◆ **Requirement**: Every entry must appear in the output exactly as it does here.

━━━━━━━━━━━━━━━━

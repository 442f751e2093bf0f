"""Files that a netlist includes: where they are, and sections of library files."""

from __future__ import annotations

import os
import re
from contextlib import contextmanager
from pathlib import Path
from typing import TYPE_CHECKING, Final, TypeVar

from evenstage.errors import NetlistError
from evenstage.netlist.reading.files import read_file, why_not
from evenstage.source import SourceText, Span

if TYPE_CHECKING:
    from collections.abc import Callable, Iterator

_QUOTES: Final = "'\""
_DEPTH: Final = 100
_B = rb"[\x00-\x09\x0b-\x20]"
_SECTION = re.compile(rb"(?m)^" + _B + rb"*\.lib" + _B + rb"+([^\x00-\x20]+)" + _B + rb"*$")
_END_OF_SECTION = re.compile(rb"(?m)^" + _B + rb"*\.endl(?![^\x00-\x20])[^\n]*")

_Unit = TypeVar("_Unit")


class Includes:
    """All files of a netlist, each read once, and the chain of those being read."""

    def __init__(self) -> None:
        self._sources: dict[Path, SourceText] = {}
        self._units: dict[Path, object] = {}
        self._chain: list[tuple[Path, str]] = []

    @property
    def sources(self) -> tuple[SourceText, ...]:
        """The files, the main one first."""
        return tuple(self._sources.values())

    def add(self, source: SourceText) -> None:
        """Take the main file."""
        self._sources[source.path] = source

    def find(self, name: Span) -> SourceText:
        """Return the file an ``.include`` or ``.lib`` card names, relative to the card's file.

        Raises
        ------
        NetlistError
            If it cannot be read.
        """
        written = name.text.strip(_QUOTES)
        path = self._real_path(name, written)
        known = self._sources.get(path)
        if known is not None:
            return known
        label = os.path.normpath(Path(name.source.label).parent / written)
        try:
            data = read_file(path)
        except FileNotFoundError:
            message = f"there is no file '{label}' to include"
            raise NetlistError(message, code="missing-file", span=name) from None
        except (OSError, ValueError) as error:
            message = f"cannot read '{label}': {why_not(error)}"
            raise NetlistError(message, code="unreadable-file", span=name) from None
        self._sources[path] = SourceText(path, data, label)
        return self._sources[path]

    def _real_path(self, name: Span, written: str) -> Path:
        """Return where a file really is, so that all its names stand for one file."""
        try:
            return Path(os.path.realpath(name.source.path.parent / written))
        except ValueError:
            message = f"cannot read '{written}': not a file name"
            raise NetlistError(message, code="unreadable-file", span=name) from None

    def unit(self, source: SourceText, make: Callable[[SourceText], _Unit]) -> _Unit:
        """Return what was made of a file, made once."""
        if source.path not in self._units:
            self._units[source.path] = make(source)
        return self._units[source.path]  # type: ignore[return-value]  # one maker for all

    @contextmanager
    def entered(
        self, source: SourceText, section: Span | None, name: Span | None
    ) -> Iterator[None]:
        """Be inside a file, or a section of it.

        Raises
        ------
        NetlistError
            If that file or section is being read already, or too many are.
        """
        key = (source.path, "" if section is None else section.text.strip(_QUOTES).lower())
        if key in self._chain:
            files = [self._sources[path].label for path, _ in self._chain]
            loop = " -> ".join([*files[self._chain.index(key) :], source.label])
            message = f"this file is being read already: {loop}"
            raise NetlistError(message, code="include-cycle", span=name)
        if len(self._chain) > _DEPTH:
            message = f"files are included more than {_DEPTH} deep"
            raise NetlistError(message, code="include-cycle", span=name)
        self._chain.append(key)
        yield
        self._chain.pop()


def section_range(source: SourceText, text: bytes, name: Span, *, wanted: bool = False) -> range:
    """Return the bytes of a library section between its ``.lib`` and ``.endl`` cards.

    Parameters
    ----------
    source : SourceText
        The library file.
    text : bytes
        Its canonical text.
    name : Span
        The section's name: on its own ``.lib`` card, or on the card that wants it.
    wanted : bool
        True if another card wants the section: then it is looked for.

    Returns
    -------
    range
        Of the section's cards; for a section not wanted, up to the end of its ``.endl`` card.

    Raises
    ------
    NetlistError
        If there is no such section, or no ``.endl`` closes it.
    """
    start, span = _find_section(source, text, name) if wanted else (name.end, name)
    end = _END_OF_SECTION.search(text, start)
    if end is None:
        message = f"no '.endl' closes the section '{span.text}'"
        raise NetlistError(message, code="unmatched-lib", span=span)
    return range(start, end.start() if wanted else end.end())


def _find_section(source: SourceText, text: bytes, name: Span) -> tuple[int, Span]:
    written = name.text.strip(_QUOTES)
    for match in _SECTION.finditer(text):
        span = Span(source, *match.span(1))
        if span.text.strip(_QUOTES).lower() == written.lower():
            return match.end(), span
    known = [Span(source, *m.span(1)).text.strip(_QUOTES) for m in _SECTION.finditer(text)]
    has = f"it has {', '.join(known)}" if known else "it has none"
    message = f"'{source.label}' has no section '{written}'; {has}"
    raise NetlistError(message, code="missing-section", span=name)
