"""Fingers and fins."""

from __future__ import annotations

import pytest
from hypothesis import given, settings
from hypothesis import strategies as st

from evenstage.netlist.rewriting.fingers import (
    Drawing,
    drawable,
    fingers_needed,
    widest,
    written_ratio,
)
from support.sized import process

quick = settings(max_examples=60, deadline=None)

TOTAL = process(finger_width_max=2e-6).first("n")
FINGER = process(finger_width_max=2e-6, width_is="finger").first("n")
FINS = process(finger_width_max=2e-6, width_is="fins").first("n")
FREE = process().first("n")


class TestFingersNeeded:
    @pytest.mark.parametrize(
        ("width", "fingers", "expected"),
        [(2e-6, 1, 1), (2.005e-6, 1, 2), (6e-6, 1, 3), (6e-6, 5, 5), (3 * 0.1 * 2e-5, 1, 3)],
    )
    def test_is_the_least_number_that_fits_but_never_less_than_today(
        self, width: float, fingers: float, expected: float
    ) -> None:
        assert fingers_needed(width, fingers, TOTAL) == expected

    def test_without_a_limit_and_for_fins_it_stays(self) -> None:
        assert fingers_needed(1e-3, 2, FREE) == 2
        assert fingers_needed(1e-3, 2, FINS) == 2


class TestWidest:
    def test_is_all_fingers_at_their_limit_or_what_is_drawn(self) -> None:
        assert widest(Drawing(3e-6, 2), TOTAL) == pytest.approx(4e-6, rel=1e-12)
        assert widest(Drawing(5e-6, 2), TOTAL) == 5e-6
        assert widest(Drawing(5e-6, 2), FREE) is None


class TestWrittenRatio:
    def test_a_total_grows_like_the_width_and_a_finger_less(self) -> None:
        now, then = Drawing(2e-6, 1), Drawing(6e-6, 3)
        assert written_ratio(now, then, TOTAL) == pytest.approx(3, rel=1e-12)
        assert written_ratio(now, then, FINGER) == pytest.approx(1, rel=1e-12)


class TestDrawable:
    @quick
    @given(st.floats(1e-8, 1e-4), st.integers(1, 5))
    def test_is_on_the_grid_and_near(self, width: float, fingers: int) -> None:
        for kind in (TOTAL, FINGER):
            now = Drawing(1e-6, fingers)
            got = drawable(width, now, kind, 5e-9)
            each = fingers_needed(width, fingers, kind) if kind is FINGER else 1
            steps = got / (5e-9 * each)
            assert steps == pytest.approx(round(steps), rel=0, abs=1e-6)
            assert steps >= 1 - 1e-9
            assert abs(got - width) <= 0.5 * 5e-9 * each * (1 + 1e-9) or round(steps) == 1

━━━━━━━━━━━━━━━━

◆ **Answer space**:
repository 442f751e2093bf0f
"""Files that a netlist includes: where they are, and sections of library files."""

from __future__ import annotations

import os
import re
from contextlib import contextmanager
from pathlib import Path
from typing import TYPE_CHECKING, Final, TypeVar

from evenstage.errors import NetlistError
from evenstage.netlist.reading.files import read_file, why_not
from evenstage.source import SourceText, Span

if TYPE_CHECKING:
    from collections.abc import Callable, Iterator

_QUOTES: Final = "'\""
_DEPTH: Final = 100
_B = rb"[\x00-\x09\x0b-\x20]"
_SECTION = re.compile(rb"(?m)^" + _B + rb"*\.lib" + _B + rb"+([^\x00-\x20]+)" + _B + rb"*$")
_END_OF_SECTION = re.compile(rb"(?m)^" + _B + rb"*\.endl(?![^\x00-\x20])[^\n]*")

_Unit = TypeVar("_Unit")


class Includes:
    """All files of a netlist, each read once, and the chain of those being read."""

    def __init__(self) -> None:
        self._sources: dict[Path, SourceText] = {}
        self._units: dict[Path, object] = {}
        self._chain: list[tuple[Path, str]] = []

    @property
    def sources(self) -> tuple[SourceText, ...]:
        """The files, the main one first."""
        return tuple(self._sources.values())

    def add(self, source: SourceText) -> None:
        """Take the main file."""
        self._sources[source.path] = source

    def find(self, name: Span) -> SourceText:
        """Return the file an ``.include`` or ``.lib`` card names, relative to the card's file.

        Raises
        ------
        NetlistError
            If it cannot be read.
        """
        written = name.text.strip(_QUOTES)
        path = self._real_path(name, written)
        known = self._sources.get(path)
        if known is not None:
            return known
        label = os.path.normpath(Path(name.source.label).parent / written)
        try:
            data = read_file(path)
        except FileNotFoundError:
            message = f"there is no file '{label}' to include"
            raise NetlistError(message, code="missing-file", span=name) from None
        except (OSError, ValueError) as error:
            message = f"cannot read '{label}': {why_not(error)}"
            raise NetlistError(message, code="unreadable-file", span=name) from None
        self._sources[path] = SourceText(path, data, label)
        return self._sources[path]

    def _real_path(self, name: Span, written: str) -> Path:
        """Return where a file really is, so that all its names stand for one file."""
        try:
            return Path(os.path.realpath(name.source.path.parent / written))
        except ValueError:
            message = f"cannot read '{written}': not a file name"
            raise NetlistError(message, code="unreadable-file", span=name) from None

    def unit(self, source: SourceText, make: Callable[[SourceText], _Unit]) -> _Unit:
        """Return what was made of a file, made once."""
        if source.path not in self._units:
            self._units[source.path] = make(source)
        return self._units[source.path]  # type: ignore[return-value]  # one maker for all

    @contextmanager
    def entered(
        self, source: SourceText, section: Span | None, name: Span | None
    ) -> Iterator[None]:
        """Be inside a file, or a section of it.

        Raises
        ------
        NetlistError
            If that file or section is being read already, or too many are.
        """
        key = (source.path, "" if section is None else section.text.strip(_QUOTES).lower())
        if key in self._chain:
            files = [self._sources[path].label for path, _ in self._chain]
            loop = " -> ".join([*files[self._chain.index(key) :], source.label])
            message = f"this file is being read already: {loop}"
            raise NetlistError(message, code="include-cycle", span=name)
        if len(self._chain) > _DEPTH:
            message = f"files are included more than {_DEPTH} deep"
            raise NetlistError(message, code="include-cycle", span=name)
        self._chain.append(key)
        yield
        self._chain.pop()


def section_range(source: SourceText, text: bytes, name: Span, *, wanted: bool = False) -> range:
    """Return the bytes of a library section between its ``.lib`` and ``.endl`` cards.

    Parameters
    ----------
    source : SourceText
        The library file.
    text : bytes
        Its canonical text.
    name : Span
        The section's name: on its own ``.lib`` card, or on the card that wants it.
    wanted : bool
        True if another card wants the section: then it is looked for.

    Returns
    -------
    range
        Of the section's cards; for a section not wanted, up to the end of its ``.endl`` card.

    Raises
    ------
    NetlistError
        If there is no such section, or no ``.endl`` closes it.
    """
    start, span = _find_section(source, text, name) if wanted else (name.end, name)
    end = _END_OF_SECTION.search(text, start)
    if end is None:
        message = f"no '.endl' closes the section '{span.text}'"
        raise NetlistError(message, code="unmatched-lib", span=span)
    return range(start, end.start() if wanted else end.end())


def _find_section(source: SourceText, text: bytes, name: Span) -> tuple[int, Span]:
    written = name.text.strip(_QUOTES)
    for match in _SECTION.finditer(text):
        span = Span(source, *match.span(1))
        if span.text.strip(_QUOTES).lower() == written.lower():
            return match.end(), span
    known = [Span(source, *m.span(1)).text.strip(_QUOTES) for m in _SECTION.finditer(text)]
    has = f"it has {', '.join(known)}" if known else "it has none"
    message = f"'{source.label}' has no section '{written}'; {has}"
    raise NetlistError(message, code="missing-section", span=name)
"""Fingers and fins."""

from __future__ import annotations

import pytest
from hypothesis import given, settings
from hypothesis import strategies as st

from evenstage.netlist.rewriting.fingers import (
    Drawing,
    drawable,
    fingers_needed,
    widest,
    written_ratio,
)
from support.sized import process

quick = settings(max_examples=60, deadline=None)

TOTAL = process(finger_width_max=2e-6).first("n")
FINGER = process(finger_width_max=2e-6, width_is="finger").first("n")
FINS = process(finger_width_max=2e-6, width_is="fins").first("n")
FREE = process().first("n")


class TestFingersNeeded:
    @pytest.mark.parametrize(
        ("width", "fingers", "expected"),
        [(2e-6, 1, 1), (2.005e-6, 1, 2), (6e-6, 1, 3), (6e-6, 5, 5), (3 * 0.1 * 2e-5, 1, 3)],
    )
    def test_is_the_least_number_that_fits_but_never_less_than_today(
        self, width: float, fingers: float, expected: float
    ) -> None:
        assert fingers_needed(width, fingers, TOTAL) == expected

    def test_without_a_limit_and_for_fins_it_stays(self) -> None:
        assert fingers_needed(1e-3, 2, FREE) == 2
        assert fingers_needed(1e-3, 2, FINS) == 2


class TestWidest:
    def test_is_all_fingers_at_their_limit_or_what_is_drawn(self) -> None:
        assert widest(Drawing(3e-6, 2), TOTAL) == pytest.approx(4e-6, rel=1e-12)
        assert widest(Drawing(5e-6, 2), TOTAL) == 5e-6
        assert widest(Drawing(5e-6, 2), FREE) is None


class TestWrittenRatio:
    def test_a_total_grows_like_the_width_and_a_finger_less(self) -> None:
        now, then = Drawing(2e-6, 1), Drawing(6e-6, 3)
        assert written_ratio(now, then, TOTAL) == pytest.approx(3, rel=1e-12)
        assert written_ratio(now, then, FINGER) == pytest.approx(1, rel=1e-12)


class TestDrawable:
    @quick
    @given(st.floats(1e-8, 1e-4), st.integers(1, 5))
    def test_is_on_the_grid_and_near(self, width: float, fingers: int) -> None:
        for kind in (TOTAL, FINGER):
            now = Drawing(1e-6, fingers)
            got = drawable(width, now, kind, 5e-9)
            each = fingers_needed(width, fingers, kind) if kind is FINGER else 1
            steps = got / (5e-9 * each)
            assert steps == pytest.approx(round(steps), rel=0, abs=1e-6)
            assert steps >= 1 - 1e-9
            assert abs(got - width) <= 0.5 * 5e-9 * each * (1 + 1e-9) or round(steps) == 1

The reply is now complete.